===== Extracted records =====

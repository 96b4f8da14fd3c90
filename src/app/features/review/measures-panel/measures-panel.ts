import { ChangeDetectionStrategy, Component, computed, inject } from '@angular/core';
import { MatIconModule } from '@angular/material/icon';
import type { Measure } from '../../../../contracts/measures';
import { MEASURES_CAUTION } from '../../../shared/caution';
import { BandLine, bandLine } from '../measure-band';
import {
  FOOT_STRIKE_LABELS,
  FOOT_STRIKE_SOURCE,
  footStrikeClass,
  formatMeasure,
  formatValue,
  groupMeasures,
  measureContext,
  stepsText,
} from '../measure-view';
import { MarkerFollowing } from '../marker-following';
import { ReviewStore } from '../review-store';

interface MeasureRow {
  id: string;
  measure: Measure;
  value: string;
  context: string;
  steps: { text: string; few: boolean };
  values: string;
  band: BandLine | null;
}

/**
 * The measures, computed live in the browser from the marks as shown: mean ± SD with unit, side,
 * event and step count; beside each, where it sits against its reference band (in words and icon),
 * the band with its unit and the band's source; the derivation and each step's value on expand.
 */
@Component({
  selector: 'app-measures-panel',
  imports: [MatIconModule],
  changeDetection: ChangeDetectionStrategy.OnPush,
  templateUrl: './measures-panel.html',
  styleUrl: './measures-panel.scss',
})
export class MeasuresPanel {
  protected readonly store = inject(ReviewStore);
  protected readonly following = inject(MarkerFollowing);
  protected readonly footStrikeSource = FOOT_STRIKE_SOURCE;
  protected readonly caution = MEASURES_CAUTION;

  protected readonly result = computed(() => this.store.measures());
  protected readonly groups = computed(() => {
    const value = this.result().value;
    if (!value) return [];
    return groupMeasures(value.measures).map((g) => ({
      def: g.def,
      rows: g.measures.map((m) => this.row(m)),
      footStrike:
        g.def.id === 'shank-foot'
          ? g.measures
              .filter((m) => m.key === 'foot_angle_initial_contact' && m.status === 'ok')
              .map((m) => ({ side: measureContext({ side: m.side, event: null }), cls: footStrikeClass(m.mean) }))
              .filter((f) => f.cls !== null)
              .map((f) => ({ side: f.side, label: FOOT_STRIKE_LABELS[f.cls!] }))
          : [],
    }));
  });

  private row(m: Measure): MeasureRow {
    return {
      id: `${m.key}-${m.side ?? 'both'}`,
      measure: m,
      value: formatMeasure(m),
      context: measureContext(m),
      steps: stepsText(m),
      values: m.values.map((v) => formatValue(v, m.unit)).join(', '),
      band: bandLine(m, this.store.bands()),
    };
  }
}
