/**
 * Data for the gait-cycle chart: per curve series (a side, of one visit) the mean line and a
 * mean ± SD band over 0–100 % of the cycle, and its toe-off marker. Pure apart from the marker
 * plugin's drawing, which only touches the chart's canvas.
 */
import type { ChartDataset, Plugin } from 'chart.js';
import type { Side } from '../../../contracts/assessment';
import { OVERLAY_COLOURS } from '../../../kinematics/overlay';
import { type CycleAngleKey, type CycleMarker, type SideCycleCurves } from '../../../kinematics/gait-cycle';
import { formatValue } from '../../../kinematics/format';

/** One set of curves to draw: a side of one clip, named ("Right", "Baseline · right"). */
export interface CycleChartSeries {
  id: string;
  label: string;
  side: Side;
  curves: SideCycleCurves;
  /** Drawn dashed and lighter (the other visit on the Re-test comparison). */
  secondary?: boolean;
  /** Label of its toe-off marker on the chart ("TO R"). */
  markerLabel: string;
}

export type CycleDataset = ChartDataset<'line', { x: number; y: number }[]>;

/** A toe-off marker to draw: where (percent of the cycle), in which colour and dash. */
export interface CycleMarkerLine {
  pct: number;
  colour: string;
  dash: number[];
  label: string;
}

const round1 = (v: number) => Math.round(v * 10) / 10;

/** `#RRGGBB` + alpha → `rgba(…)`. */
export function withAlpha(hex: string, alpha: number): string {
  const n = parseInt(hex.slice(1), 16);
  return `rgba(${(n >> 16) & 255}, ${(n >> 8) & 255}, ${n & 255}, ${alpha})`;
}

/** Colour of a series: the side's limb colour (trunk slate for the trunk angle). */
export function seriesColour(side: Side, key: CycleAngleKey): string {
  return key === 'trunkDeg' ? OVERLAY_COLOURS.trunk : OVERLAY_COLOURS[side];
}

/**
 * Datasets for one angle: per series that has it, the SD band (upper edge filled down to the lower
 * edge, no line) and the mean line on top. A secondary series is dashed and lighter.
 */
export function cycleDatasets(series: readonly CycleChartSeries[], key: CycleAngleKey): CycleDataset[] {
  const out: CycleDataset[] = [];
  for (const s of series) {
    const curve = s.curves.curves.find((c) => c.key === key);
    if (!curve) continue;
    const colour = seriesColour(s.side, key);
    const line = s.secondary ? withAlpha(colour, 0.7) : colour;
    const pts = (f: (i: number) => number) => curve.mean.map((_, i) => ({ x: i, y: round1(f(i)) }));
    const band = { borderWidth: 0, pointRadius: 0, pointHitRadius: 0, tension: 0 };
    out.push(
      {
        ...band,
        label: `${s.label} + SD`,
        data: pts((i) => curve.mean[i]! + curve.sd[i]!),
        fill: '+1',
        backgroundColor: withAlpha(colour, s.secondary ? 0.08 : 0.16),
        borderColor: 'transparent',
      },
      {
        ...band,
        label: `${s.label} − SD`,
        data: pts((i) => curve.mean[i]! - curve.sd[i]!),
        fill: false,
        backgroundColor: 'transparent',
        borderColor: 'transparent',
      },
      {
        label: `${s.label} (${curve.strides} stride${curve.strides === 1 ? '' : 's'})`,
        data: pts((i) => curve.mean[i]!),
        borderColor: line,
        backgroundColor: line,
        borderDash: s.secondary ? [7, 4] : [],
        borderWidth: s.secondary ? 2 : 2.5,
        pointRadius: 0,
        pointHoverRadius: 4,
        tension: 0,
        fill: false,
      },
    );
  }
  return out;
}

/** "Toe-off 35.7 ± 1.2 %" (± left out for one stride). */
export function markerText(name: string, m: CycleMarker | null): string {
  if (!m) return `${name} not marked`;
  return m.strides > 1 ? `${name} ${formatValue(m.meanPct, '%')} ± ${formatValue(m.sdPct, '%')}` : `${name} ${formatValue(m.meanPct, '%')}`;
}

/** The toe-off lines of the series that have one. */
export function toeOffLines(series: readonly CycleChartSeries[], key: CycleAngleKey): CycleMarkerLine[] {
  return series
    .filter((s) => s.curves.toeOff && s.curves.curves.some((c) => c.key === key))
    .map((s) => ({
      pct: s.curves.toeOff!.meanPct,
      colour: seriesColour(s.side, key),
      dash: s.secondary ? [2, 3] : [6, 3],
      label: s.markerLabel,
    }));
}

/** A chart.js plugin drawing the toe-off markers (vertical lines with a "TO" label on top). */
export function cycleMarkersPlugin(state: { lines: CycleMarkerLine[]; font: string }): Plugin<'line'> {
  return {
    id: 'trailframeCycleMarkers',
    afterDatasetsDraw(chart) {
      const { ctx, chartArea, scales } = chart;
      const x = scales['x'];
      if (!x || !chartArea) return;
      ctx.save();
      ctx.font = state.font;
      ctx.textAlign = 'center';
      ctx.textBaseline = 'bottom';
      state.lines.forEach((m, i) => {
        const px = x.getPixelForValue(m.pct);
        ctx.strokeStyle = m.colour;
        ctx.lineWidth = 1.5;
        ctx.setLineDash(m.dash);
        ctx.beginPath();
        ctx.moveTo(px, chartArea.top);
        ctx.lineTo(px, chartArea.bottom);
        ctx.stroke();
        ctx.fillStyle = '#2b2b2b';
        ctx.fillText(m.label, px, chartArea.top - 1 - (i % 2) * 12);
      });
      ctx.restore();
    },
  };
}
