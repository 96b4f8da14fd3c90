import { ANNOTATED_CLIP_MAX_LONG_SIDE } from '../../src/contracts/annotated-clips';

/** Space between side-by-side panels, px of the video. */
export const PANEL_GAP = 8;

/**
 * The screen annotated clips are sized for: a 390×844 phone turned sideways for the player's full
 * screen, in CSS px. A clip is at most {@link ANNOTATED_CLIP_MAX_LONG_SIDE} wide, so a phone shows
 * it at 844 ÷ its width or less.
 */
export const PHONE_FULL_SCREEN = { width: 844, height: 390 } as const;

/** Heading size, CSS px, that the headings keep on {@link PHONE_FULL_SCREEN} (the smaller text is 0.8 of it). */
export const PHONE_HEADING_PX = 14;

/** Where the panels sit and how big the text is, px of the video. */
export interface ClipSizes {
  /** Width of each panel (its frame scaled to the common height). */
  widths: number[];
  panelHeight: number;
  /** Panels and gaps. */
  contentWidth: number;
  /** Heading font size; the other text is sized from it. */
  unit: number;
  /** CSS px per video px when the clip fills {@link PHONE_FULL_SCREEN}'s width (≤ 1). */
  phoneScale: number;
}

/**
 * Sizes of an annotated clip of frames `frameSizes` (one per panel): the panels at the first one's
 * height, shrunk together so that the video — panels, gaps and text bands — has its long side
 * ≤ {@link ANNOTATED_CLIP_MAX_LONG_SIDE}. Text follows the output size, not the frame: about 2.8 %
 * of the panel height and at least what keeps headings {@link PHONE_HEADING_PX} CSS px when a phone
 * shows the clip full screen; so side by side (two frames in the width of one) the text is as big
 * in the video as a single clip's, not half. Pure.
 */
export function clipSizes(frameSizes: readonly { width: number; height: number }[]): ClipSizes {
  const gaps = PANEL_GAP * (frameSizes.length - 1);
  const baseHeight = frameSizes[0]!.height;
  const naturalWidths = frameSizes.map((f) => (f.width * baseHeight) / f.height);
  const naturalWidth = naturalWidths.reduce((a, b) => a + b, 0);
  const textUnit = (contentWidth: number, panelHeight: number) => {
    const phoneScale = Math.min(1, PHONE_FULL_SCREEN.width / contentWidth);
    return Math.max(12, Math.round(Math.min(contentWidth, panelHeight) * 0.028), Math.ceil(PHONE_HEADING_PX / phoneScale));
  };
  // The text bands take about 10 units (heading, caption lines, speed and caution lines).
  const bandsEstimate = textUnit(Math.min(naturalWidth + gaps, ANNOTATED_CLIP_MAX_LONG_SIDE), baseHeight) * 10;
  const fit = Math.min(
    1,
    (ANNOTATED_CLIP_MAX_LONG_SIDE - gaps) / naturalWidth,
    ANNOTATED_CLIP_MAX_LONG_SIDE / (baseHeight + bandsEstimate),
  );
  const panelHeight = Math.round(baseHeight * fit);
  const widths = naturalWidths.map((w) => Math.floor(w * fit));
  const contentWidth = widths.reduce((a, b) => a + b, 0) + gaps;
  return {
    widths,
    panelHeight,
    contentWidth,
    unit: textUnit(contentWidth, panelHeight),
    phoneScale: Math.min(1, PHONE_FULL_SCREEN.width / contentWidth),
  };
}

=====
===== Extracted records =====

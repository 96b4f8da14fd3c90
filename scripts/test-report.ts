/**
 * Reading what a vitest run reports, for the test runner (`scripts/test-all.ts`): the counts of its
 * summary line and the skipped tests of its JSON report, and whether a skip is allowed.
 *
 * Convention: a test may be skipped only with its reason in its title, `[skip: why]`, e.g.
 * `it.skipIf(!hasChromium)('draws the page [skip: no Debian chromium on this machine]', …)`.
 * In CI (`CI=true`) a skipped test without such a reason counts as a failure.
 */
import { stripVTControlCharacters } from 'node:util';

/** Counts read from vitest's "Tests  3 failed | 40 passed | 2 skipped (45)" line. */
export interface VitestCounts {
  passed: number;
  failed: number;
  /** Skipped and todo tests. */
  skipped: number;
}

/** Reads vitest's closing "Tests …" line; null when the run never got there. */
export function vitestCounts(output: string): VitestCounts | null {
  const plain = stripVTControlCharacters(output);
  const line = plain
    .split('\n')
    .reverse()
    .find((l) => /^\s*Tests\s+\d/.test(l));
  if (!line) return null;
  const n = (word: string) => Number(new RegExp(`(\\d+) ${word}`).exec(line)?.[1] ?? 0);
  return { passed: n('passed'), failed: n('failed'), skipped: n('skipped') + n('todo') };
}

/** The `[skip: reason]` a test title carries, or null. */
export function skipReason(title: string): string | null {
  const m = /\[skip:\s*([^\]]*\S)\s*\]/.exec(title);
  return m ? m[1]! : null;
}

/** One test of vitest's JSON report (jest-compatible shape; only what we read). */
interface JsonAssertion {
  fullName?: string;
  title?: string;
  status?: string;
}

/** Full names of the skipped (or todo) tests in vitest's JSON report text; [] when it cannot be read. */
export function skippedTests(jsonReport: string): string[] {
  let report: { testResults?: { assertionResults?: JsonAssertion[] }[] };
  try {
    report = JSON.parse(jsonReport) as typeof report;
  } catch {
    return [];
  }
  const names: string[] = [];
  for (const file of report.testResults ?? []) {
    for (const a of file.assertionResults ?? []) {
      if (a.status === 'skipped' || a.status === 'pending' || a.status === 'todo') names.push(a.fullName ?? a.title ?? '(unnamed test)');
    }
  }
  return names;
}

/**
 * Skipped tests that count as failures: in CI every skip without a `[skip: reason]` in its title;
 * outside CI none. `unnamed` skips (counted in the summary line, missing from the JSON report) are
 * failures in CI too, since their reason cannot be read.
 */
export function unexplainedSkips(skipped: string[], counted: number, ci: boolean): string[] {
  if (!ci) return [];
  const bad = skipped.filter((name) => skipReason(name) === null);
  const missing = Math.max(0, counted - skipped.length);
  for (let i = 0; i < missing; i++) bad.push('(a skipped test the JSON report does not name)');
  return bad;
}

=====

* [Problem] Note how many lines of the material contain the string "passed". Then report that number by itself.

* [Answer space] 3